In particular, this happens when you have a lot of native data, and not very much Java data. This situation occurred during the development of a database application called FSS, which used an enormous amount of data stored in native data structures.
In FSS, it was often the case that the Java heap would be only a few megs, while the native heap was getting to be around a gigabyte. I wondered, at first, why the garbage collector wasn't running, and then I realized that the garbage collector wasn't counting the native memory. Naturally, the Java Virtual Machine (JVM) has no idea how much memory you have allocated in your native code, and so it does not know that it needs to garbage collect.
Even calling
System.gc() won't force it to collect unused data structures if the JVM doesn't know that memory is low. Thus, I was forced to establish a simple reference counting system, so that I would know when a
JNativeHash was no longer in use. At that point, I would call its
dispose() method, freeing up the memory used by native data structures. Later, presumably, the JVM garbage collector would take care of the Java portion of the
JNativeHash.
Efficiency
You can test the time and space efficiency of
JNativeHash by running
JNHTest and
RegularTest, and seeing how much space and time they use. These programs allocate a lot of memory, so you should set the maximum heap size very high:
% time java -Xmx500000000 RegularTest
% time java -Xmx500000000 JNHTest
Informal testing on my desktop showed an almost 20 percent speedup when using
JNHTest.
JNHTest only required 78MB of RAM, as compared with 190MB for
RegularTesta savings of 59 percent. This space savings is critical to FSS, which uses an enormous amount of memory.
Further Ideas
A number of issues were ignored in this article, and are worth looking into further.

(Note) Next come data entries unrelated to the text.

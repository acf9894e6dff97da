import type { Quantity } from '../calc/quantity.ts';
import type { Recorder } from '../calc/recorder.ts';
import {
  closedShapeNote,
  doublySymmetricStress,
  elasticTorsionalStress,
} from '../standards/aisc360-22/e4.ts';
import {
  closedConstrainedStress,
  constrainedTorsionalStress,
  type OffsetRestraint,
  offsetByAnalysis,
} from '../standards/aisc360-22/e4-constrained.ts';
import {
  elasticTwistStress,
  shearCentreConstants,
  singlySymmetricStress,
} from '../standards/aisc360-22/e4-flexural-torsional.ts';
import type { SectionQuantities, SteelQuantities } from './section-quantities.ts';

export interface TorsionalQuantities {
  readonly Lcy: Quantity;
  readonly Lcz: Quantity;
  readonly offset: OffsetRestraint | null;
  /** Flexural stresses of E3-4. */
  readonly Fex: Quantity;
  readonly Fey: Quantity;
}

/**
 * Elastic stress of E4 by kind of section: (a) built-up I-shapes, rolled ones where Lcz exceeds Lcy,
 * (b) channels and mono-symmetric I-shapes always, (d), (e), (f) where a restraint is offset from
 * the shear centre. null where E4 asks for nothing; `outside` after an outside-scope notice.
 */
export function torsionalStress(
  r: Recorder,
  steel: Pick<SteelQuantities, 'E' | 'G'>,
  s: SectionQuantities,
  q: TorsionalQuantities,
): Quantity | null | 'outside' {
  const { E, G } = steel;
  const { Lcy, Lcz, offset, Fex, Fey } = q;
  const { J, Ix, Iy, rx, ry, A: Ag } = s;
  switch (s.kind) {
    case 'i': {
      const { ho, Cw } = s;
      if (offset)
        return constrainedTorsionalStress(r, offset, { E, G, J, Ix, Iy, rx, ry, ho, Ag, Lcz });
      return s.made === 'rolled'
        ? elasticTorsionalStress(r, { E, G, Cw, J, Ix, Iy, Lcy, Lcz })
        : doublySymmetricStress(r, { E, G, Cw, J, Ix, Iy, Lcz });
    }
    case 'rect-hss':
    case 'box':
    case 'round':
      if (offset) return closedConstrainedStress(r, offset, { E, G, J, Ix, Iy, rx, ry, Ag, Lcz });
      closedShapeNote(r);
      return null;
    default: {
      if (offset) {
        offsetByAnalysis(r);
        return 'outside';
      }
      const { ro, H } =
        s.kind === 'channel' ? s : shearCentreConstants(r, { yo: s.yo, Ix, Iy, Ag });
      const Fez = elasticTwistStress(r, { E, G, Cw: s.Cw, J, Lcz, Ag, ro });
      return singlySymmetricStress(r, s.kind === 'channel' ? Fex : Fey, Fez, H);
    }
  }
}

For example, the I/O interface to
JNativeHash only deals with individual files; it completely bypasses the Java I/O package. A better implementation would provide methods to read and write using Java streams.
JNativeHash also completely ignores the collection classes in the
java.util pacakge. This is strange, especially since it would seem that
JNativeHash ought to implement the
java.util.Map interface.
The problem with implementing Map is that the get and put methods take objects, not strings. Maps in general need to be able to handle objects of any type, while this implementation of
JNativeHash only deals with strings.
One solution might be to implement Map, but to throw an exception if anything other than a string is passed in. This would work, but it violates the contract implied by Map, and so is technically incorrect. Keeping it as a separate class is the best indication of what it can and cannot do. This isn't a good solution in general, but it was originally developed to replace a single data structure in a memory-intensive application, where it easily replaced the original, less-efficient Java data structure.
This article has demonstrated how to use the JNI to create and access a data structure implemented in native code. Using native code results in a substantial savings in both time and space.
This article includes
full source code as well as a makefile to build the native code. It will work on any recent GCC installation.